-------- Data supplied --------
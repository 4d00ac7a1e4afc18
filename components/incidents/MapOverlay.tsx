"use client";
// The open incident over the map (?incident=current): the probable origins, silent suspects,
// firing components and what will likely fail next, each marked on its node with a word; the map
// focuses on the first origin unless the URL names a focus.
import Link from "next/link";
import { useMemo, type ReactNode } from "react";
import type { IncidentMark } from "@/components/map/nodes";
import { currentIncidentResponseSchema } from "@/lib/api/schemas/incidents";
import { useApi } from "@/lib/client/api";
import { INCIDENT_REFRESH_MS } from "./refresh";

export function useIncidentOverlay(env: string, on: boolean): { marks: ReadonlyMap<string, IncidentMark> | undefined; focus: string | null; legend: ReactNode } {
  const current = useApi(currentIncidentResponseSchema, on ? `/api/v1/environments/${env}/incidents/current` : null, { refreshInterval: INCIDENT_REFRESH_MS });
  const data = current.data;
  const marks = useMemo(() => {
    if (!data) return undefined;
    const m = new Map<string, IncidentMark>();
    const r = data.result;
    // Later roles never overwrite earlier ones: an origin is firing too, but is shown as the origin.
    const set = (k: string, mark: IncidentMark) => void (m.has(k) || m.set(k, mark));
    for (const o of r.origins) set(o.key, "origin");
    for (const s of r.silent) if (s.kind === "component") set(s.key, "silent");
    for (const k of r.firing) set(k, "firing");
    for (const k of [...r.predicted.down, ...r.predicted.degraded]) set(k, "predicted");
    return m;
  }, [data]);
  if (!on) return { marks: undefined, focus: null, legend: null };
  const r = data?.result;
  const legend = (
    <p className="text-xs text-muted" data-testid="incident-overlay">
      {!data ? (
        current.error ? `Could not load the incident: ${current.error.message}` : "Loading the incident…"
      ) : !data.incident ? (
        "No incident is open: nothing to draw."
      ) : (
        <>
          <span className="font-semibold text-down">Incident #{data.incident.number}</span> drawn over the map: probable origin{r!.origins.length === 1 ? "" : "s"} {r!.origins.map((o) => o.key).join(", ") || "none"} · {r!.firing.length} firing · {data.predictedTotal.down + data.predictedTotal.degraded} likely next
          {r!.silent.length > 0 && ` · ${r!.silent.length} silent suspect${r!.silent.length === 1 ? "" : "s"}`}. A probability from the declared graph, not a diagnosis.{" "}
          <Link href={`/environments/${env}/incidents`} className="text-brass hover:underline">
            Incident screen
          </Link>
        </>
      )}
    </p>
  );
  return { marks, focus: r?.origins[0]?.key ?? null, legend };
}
--------
> _Task details_: Check each line above for the string "down" and copy every line that has it.

> _Result of this task_:
    for (const k of [...r.predicted.down, ...r.predicted.degraded]) set(k, "predicted");
          <span className="font-semibold text-down">Incident #{data.incident.number}</span> drawn over the map: probable origin{r!.origins.length === 1 ? "" : "s"} {r!.origins.map((o) => o.key).join(", ") || "none"} · {r!.firing.length} firing · {data.predictedTotal.down + data.predictedTotal.degraded} likely next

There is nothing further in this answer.